Immunology Discovery, Genentech, Inc., 1 DNA Way, South San Francisco, CA 94080, USA.
Shanghai East Hospital, School of Life Sciences and Technology, Tongji University, Shanghai 20092, China; Buck Institute for Research on Aging, 8001 Redwood Boulevard, Novato, CA 94945-1400, USA.
Cell Rep. 2020 Nov 24;33(8):108423. doi: 10.1016/j.celrep.2020.108423.
In many tissues, stem cell (SC) proliferation is dynamically adjusted to regenerative needs. How SCs adapt their metabolism to meet the demands of proliferation and how changes in such adaptive mechanisms contribute to age-related dysfunction remain poorly understood. Here, we identify mitochondrial Ca uptake as a central coordinator of SC metabolism. Live imaging of genetically encoded metabolite sensors in intestinal SCs (ISCs) of Drosophila reveals that mitochondrial Ca uptake transiently adapts electron transport chain flux to match energetic demand upon proliferative activation. This tight metabolic adaptation is lost in ISCs of old flies, as declines in mitochondrial Ca uptake promote a "Warburg-like" metabolic reprogramming toward aerobic glycolysis. This switch mimics metabolic reprogramming by the oncogene Ras and enhances ISC hyperplasia. Our data identify a critical mechanism for metabolic adaptation of tissue SCs and reveal how its decline sets aging SCs on a metabolic trajectory reminiscent of that seen upon oncogenic transformation.

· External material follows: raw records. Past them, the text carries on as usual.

#[cfg(test)]
mod tests {
    use uom::si::f64::{MassDensity, Pressure, ThermodynamicTemperature};
    use uom::si::{
        mass_density::kilogram_per_cubic_meter, pressure::pascal, thermodynamic_temperature::kelvin,
    };

    use super::*;
    use crate::gas::{Gas, GasModel};

    #[test]
    fn a_throat_pinned_at_the_dew_point_is_found_without_a_search() {
        // Air from 310 bar(g) and 20 °C, expanded isentropically to 64 kg/m3 (the sample
        // air bank's vent): the nozzle's isentrope meets two phases before its sonic point
        // and the flux peaks at the dew point. The search over the throat pressure finds
        // that corner to its tolerance (1e-6 in ln p); the dew point itself gives the same
        // flux within 1e-6, and from then on without a search.
        let air = RealGas::new(Gas::find("air").unwrap());
        let start = air
            .state_pt(
                Pressure::new::<pascal>(310e5 + 101_325.0),
                ThermodynamicTemperature::new::<kelvin>(293.15),
            )
            .unwrap();
        let st = air
            .state_rho_s(
                MassDensity::new::<kilogram_per_cubic_meter>(64.0),
                air.entropy(&start),
            )
            .unwrap();
        let back = Pressure::new::<pascal>(101_325.0);
        let searched = air.nozzle(&st, back);
        assert_eq!(searched.throat, Throat::DewPoint);
        assert!(air.hem_pinned.get());
        let pinned = air.nozzle(&st, back);
        assert_eq!(pinned.throat, Throat::DewPoint);
        let (a, b) = (searched.mass_flux.value, pinned.mass_flux.value);
        assert!((a / b - 1.0).abs() < 1e-6, "{a} {b}");
        // The pinned flux is the corner's: no pressure nearby on the isentrope does better.
        assert!(b >= a * (1.0 - 1e-12));
        // The dew point is the saturated vapour of the isentrope's entropy.
        let s = air.entropy(&st).value;
        let dew = air.dew_point(s).unwrap();
        assert!((dew.vapour.s / s - 1.0).abs() < 1e-9);
        // And short of sonic speed there, which is why the throat is pinned.
        let h0 = air.enthalpy(&st).value;
        assert!(2.0 * (h0 - dew.vapour.h) < dew.vapour.w2);
    }

    #[test]
    fn the_real_nozzle_tends_to_the_ideal_one_at_low_pressure() {
        // At 2 bar(a) and 300 K nitrogen is within 0.1 % of ideal: the choked flux of the
        // real-gas nozzle and the ideal-gas closed form agree to the difference of their
        // gases (γ at 300 K, the equation's own R): 2e-3.
        let gas = Gas::find("nitrogen").unwrap();
        let real = RealGas::new(gas);
        let ideal = crate::gas::IdealGas::new(gas);
        let p0 = Pressure::new::<pascal>(2e5);
        let t0 = ThermodynamicTemperature::new::<kelvin>(300.0);
        let back = Pressure::new::<pascal>(0.5e5);
        let r = real.nozzle(&real.state_pt(p0, t0).unwrap(), back);
        let i = ideal.nozzle(&ideal.state_pt(p0, t0).unwrap(), back);
        assert!(r.choked && i.choked);
        let (r, i) = (r.mass_flux.value, i.mass_flux.value);
        assert!((r / i - 1.0).abs() < 2e-3, "{r} {i}");
    }
}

在许多组织中,干细胞 (SC) 的增殖是动态调节以适应再生需求的。SCs 如何调整其代谢以满足增殖的需求,以及这种适应性机制的变化如何导致与年龄相关的功能障碍,这些仍然知之甚少。在这里,我们确定线粒体 Ca 摄取是 SC 代谢的核心协调者。在果蝇的肠道干细胞 (ISCs) 中,对遗传编码代谢物传感器的实时成像显示,线粒体 Ca 摄取会短暂地适应电子传递链通量,以在增殖激活时匹配能量需求。这种紧密的代谢适应在老年果蝇的 ISCs 中丧失,因为线粒体 Ca 摄取的下降促进了向有氧糖酵解的“Warburg 样”代谢重编程。这种转变模拟了致癌基因 Ras 的代谢重编程,并增强了 ISC 的过度增生。我们的数据确定了组织 SC 代谢适应的关键机制,并揭示了其下降如何使衰老的 SC 沿着类似于致癌转化时看到的代谢轨迹发展。